=== Task to carry out ===
Repeat verbatim, and only, the lines of the data below, beginning at the line that contains "repository 5e87c4744586a1ca" and stopping after the line that contains "air temperature, crosstalk".

:: Data extract ::

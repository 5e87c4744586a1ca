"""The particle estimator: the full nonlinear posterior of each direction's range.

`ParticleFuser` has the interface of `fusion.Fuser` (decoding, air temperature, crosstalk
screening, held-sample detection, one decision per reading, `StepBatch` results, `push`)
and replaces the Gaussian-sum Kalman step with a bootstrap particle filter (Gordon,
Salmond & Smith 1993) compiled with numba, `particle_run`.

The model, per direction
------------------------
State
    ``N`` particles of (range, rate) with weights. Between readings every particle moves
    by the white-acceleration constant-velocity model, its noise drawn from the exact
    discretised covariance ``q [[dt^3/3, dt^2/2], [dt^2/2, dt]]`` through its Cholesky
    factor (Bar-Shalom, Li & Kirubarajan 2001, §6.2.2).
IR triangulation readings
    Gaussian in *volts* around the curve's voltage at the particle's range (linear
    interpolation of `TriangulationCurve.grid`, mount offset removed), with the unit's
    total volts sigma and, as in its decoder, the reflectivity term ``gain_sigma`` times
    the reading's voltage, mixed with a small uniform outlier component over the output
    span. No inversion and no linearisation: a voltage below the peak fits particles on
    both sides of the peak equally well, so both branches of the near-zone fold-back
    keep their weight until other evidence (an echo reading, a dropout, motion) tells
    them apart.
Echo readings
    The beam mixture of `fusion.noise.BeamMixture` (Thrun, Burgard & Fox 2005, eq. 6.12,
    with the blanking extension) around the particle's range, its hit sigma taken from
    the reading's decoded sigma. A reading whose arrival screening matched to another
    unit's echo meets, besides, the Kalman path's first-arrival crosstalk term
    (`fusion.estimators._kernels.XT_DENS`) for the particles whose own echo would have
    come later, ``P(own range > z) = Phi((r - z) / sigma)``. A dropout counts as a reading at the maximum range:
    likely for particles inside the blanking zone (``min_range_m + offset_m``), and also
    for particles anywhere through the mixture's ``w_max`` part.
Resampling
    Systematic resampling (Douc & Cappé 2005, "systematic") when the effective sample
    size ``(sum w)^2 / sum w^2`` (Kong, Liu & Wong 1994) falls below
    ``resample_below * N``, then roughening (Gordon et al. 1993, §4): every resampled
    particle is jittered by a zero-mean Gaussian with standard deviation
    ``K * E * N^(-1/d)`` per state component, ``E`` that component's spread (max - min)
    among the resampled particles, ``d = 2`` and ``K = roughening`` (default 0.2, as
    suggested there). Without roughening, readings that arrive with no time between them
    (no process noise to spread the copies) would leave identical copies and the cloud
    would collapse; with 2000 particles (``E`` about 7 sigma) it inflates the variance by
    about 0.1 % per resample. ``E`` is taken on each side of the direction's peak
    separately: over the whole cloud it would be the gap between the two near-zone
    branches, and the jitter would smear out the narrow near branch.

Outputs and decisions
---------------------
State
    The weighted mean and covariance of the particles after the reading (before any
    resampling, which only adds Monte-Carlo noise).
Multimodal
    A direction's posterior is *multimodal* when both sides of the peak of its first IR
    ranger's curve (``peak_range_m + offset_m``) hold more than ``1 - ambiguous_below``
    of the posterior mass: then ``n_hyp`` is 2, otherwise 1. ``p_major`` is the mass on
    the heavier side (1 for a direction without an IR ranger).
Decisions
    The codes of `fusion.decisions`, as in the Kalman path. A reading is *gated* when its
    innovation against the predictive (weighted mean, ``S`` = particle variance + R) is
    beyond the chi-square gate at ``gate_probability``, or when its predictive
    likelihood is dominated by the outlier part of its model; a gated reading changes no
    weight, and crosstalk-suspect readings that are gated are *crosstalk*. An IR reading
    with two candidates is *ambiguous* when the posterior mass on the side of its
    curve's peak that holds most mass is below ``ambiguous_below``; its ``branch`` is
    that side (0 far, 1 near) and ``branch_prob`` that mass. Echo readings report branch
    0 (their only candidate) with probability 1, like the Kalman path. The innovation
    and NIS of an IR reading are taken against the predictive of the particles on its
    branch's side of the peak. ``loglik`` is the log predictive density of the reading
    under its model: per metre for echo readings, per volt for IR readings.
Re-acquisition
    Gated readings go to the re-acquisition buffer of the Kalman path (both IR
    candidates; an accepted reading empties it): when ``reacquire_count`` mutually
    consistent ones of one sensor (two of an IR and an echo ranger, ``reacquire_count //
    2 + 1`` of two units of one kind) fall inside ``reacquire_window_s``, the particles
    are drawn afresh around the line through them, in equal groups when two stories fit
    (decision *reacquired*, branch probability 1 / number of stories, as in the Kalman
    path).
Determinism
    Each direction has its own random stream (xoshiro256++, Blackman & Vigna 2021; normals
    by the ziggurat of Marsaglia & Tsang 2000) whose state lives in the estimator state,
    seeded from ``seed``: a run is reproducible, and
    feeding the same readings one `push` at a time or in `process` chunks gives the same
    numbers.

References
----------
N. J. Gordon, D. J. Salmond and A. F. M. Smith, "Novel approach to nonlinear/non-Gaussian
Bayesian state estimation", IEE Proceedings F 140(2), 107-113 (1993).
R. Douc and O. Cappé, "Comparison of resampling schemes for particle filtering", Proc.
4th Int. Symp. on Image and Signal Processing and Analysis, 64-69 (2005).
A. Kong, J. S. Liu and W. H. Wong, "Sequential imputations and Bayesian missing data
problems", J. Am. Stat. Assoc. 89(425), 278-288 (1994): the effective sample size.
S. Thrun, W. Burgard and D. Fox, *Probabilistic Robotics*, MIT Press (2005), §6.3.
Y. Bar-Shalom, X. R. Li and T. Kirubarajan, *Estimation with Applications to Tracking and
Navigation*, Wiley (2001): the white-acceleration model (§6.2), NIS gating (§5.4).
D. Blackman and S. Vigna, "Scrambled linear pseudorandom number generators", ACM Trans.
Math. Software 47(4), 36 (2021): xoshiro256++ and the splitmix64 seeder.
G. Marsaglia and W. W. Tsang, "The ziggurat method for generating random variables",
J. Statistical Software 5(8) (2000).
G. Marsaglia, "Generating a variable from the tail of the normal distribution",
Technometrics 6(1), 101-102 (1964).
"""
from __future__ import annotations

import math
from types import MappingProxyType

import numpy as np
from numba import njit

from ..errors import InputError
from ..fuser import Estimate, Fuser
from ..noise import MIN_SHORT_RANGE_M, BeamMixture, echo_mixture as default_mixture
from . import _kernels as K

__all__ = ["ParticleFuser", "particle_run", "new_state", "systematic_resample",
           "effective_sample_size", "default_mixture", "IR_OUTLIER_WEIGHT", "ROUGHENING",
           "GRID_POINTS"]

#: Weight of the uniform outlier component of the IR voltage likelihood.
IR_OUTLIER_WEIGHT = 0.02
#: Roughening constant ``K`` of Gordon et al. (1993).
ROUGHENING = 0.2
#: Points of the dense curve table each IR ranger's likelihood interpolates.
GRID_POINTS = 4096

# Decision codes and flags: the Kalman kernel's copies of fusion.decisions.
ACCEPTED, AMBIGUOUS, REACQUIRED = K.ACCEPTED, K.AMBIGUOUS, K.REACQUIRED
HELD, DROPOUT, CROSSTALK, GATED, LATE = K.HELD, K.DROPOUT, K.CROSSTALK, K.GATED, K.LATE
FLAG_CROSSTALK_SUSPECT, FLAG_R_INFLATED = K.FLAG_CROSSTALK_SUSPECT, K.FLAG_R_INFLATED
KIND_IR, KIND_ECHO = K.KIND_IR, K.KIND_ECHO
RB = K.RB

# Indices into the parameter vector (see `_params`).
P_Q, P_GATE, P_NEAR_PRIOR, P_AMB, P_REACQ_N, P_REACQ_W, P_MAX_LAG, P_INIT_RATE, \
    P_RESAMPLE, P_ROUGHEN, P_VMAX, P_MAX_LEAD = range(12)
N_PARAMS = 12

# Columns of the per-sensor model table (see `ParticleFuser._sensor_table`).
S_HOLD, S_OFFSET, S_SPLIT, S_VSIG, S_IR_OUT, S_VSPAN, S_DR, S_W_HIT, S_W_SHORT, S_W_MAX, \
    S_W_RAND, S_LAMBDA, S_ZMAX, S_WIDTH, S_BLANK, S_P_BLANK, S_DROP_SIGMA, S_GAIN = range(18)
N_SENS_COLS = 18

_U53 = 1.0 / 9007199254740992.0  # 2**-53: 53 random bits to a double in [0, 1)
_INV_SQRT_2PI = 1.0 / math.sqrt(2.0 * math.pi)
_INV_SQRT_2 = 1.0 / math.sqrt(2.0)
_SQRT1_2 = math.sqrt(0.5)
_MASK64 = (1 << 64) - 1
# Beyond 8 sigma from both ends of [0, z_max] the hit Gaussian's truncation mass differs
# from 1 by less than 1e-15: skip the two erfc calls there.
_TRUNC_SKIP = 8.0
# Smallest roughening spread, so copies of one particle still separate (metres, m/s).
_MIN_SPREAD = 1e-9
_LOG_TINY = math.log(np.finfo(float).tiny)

:::
:: Data extract ::

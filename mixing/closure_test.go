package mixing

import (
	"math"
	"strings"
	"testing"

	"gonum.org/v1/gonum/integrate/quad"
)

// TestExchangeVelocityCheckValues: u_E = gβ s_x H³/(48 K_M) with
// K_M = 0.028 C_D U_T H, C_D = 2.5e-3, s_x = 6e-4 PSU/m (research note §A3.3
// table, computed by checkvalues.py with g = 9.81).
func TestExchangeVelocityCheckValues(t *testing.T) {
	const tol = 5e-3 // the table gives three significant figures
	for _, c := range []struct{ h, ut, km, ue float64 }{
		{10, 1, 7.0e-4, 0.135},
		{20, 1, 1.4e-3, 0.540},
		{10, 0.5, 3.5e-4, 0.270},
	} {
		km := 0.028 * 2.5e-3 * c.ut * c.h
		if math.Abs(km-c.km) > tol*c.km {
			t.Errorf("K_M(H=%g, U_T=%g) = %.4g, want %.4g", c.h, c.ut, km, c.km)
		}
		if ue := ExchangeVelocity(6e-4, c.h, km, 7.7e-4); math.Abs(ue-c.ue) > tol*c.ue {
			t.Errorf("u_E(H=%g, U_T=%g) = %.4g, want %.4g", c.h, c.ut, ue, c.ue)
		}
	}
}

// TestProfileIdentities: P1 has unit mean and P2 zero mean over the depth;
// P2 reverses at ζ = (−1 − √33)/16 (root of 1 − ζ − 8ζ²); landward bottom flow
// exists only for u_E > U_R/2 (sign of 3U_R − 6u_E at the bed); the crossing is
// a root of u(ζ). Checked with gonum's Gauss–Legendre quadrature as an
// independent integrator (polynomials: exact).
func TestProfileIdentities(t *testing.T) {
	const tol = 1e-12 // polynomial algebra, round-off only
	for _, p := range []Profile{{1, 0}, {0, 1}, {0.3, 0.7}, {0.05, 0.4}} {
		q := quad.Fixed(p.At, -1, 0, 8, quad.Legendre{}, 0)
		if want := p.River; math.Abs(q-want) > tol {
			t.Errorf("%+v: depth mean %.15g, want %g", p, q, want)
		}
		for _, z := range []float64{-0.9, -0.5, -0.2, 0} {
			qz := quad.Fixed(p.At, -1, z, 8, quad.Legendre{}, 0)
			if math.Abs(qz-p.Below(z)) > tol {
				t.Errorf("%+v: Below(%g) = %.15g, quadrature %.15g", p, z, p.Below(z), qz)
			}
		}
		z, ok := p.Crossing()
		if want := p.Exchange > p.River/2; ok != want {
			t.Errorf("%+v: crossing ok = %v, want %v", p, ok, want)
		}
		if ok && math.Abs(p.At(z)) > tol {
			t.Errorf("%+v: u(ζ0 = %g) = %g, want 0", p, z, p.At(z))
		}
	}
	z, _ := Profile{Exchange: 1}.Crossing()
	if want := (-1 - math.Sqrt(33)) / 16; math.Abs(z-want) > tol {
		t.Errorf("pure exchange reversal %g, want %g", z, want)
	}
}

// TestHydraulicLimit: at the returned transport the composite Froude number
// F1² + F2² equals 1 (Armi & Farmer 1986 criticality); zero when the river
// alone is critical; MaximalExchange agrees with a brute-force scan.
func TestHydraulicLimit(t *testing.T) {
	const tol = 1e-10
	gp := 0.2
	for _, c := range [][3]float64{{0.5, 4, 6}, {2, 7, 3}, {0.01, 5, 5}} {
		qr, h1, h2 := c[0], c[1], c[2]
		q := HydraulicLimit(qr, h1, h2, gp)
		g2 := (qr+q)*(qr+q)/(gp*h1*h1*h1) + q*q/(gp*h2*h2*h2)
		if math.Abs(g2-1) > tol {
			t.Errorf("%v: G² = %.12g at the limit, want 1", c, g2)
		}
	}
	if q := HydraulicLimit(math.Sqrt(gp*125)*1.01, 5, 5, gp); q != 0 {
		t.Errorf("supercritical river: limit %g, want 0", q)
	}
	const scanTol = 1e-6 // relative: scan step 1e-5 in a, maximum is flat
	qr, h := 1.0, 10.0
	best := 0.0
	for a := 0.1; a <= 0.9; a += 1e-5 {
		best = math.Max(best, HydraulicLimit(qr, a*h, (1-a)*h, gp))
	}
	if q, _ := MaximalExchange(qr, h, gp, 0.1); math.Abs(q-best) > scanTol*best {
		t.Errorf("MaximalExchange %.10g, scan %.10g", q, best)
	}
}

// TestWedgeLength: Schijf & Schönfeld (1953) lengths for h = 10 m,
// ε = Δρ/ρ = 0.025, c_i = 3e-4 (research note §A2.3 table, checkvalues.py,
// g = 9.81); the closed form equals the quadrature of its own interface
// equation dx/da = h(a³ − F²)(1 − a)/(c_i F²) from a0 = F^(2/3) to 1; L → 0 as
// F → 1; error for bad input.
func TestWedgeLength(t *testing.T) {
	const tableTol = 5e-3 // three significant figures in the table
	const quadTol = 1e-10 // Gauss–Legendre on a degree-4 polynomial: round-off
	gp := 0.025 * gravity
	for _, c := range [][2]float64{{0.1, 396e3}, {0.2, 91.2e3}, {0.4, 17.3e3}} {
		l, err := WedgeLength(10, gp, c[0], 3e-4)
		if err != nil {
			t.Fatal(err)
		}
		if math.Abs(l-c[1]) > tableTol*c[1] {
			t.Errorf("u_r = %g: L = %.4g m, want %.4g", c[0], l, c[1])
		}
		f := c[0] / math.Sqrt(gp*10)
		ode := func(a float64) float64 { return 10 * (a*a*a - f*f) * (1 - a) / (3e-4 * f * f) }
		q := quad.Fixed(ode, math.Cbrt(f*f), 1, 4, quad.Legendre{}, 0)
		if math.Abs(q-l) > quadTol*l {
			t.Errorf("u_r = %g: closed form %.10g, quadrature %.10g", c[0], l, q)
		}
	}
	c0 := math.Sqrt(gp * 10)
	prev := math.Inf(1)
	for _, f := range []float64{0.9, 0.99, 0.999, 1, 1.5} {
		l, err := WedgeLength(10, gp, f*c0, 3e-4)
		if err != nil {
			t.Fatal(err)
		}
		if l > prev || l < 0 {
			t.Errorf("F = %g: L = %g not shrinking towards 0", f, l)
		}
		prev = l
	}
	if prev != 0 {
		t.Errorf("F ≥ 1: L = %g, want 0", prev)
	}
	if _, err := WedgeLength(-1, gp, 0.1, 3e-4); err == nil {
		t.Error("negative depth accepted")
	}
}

:::
:: Data extract ::

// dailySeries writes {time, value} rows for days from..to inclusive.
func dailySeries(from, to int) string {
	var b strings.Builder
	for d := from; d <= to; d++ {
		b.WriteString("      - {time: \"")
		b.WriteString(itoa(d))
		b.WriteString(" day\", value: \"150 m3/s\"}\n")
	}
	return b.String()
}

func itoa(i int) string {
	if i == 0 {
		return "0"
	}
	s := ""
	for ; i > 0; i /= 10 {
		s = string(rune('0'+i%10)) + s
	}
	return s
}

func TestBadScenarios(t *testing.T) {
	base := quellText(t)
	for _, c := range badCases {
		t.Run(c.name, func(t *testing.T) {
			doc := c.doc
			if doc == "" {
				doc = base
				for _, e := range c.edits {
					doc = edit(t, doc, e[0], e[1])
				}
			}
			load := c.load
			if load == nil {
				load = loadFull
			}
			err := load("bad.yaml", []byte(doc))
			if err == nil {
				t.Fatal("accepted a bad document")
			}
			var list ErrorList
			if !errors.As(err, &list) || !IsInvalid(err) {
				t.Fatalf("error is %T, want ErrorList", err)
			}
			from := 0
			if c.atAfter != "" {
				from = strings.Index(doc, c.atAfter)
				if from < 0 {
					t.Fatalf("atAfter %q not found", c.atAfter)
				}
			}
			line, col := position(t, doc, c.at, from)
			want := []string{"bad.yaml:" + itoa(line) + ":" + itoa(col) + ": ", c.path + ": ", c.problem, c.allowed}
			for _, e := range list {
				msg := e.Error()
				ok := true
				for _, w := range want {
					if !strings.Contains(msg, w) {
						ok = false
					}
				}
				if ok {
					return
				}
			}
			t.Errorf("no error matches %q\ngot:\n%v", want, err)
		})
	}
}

:::

=== Answer section ===
repository 5e87c4744586a1ca
"""The particle estimator: the full nonlinear posterior of each direction's range.

`ParticleFuser` has the interface of `fusion.Fuser` (decoding, air temperature, crosstalk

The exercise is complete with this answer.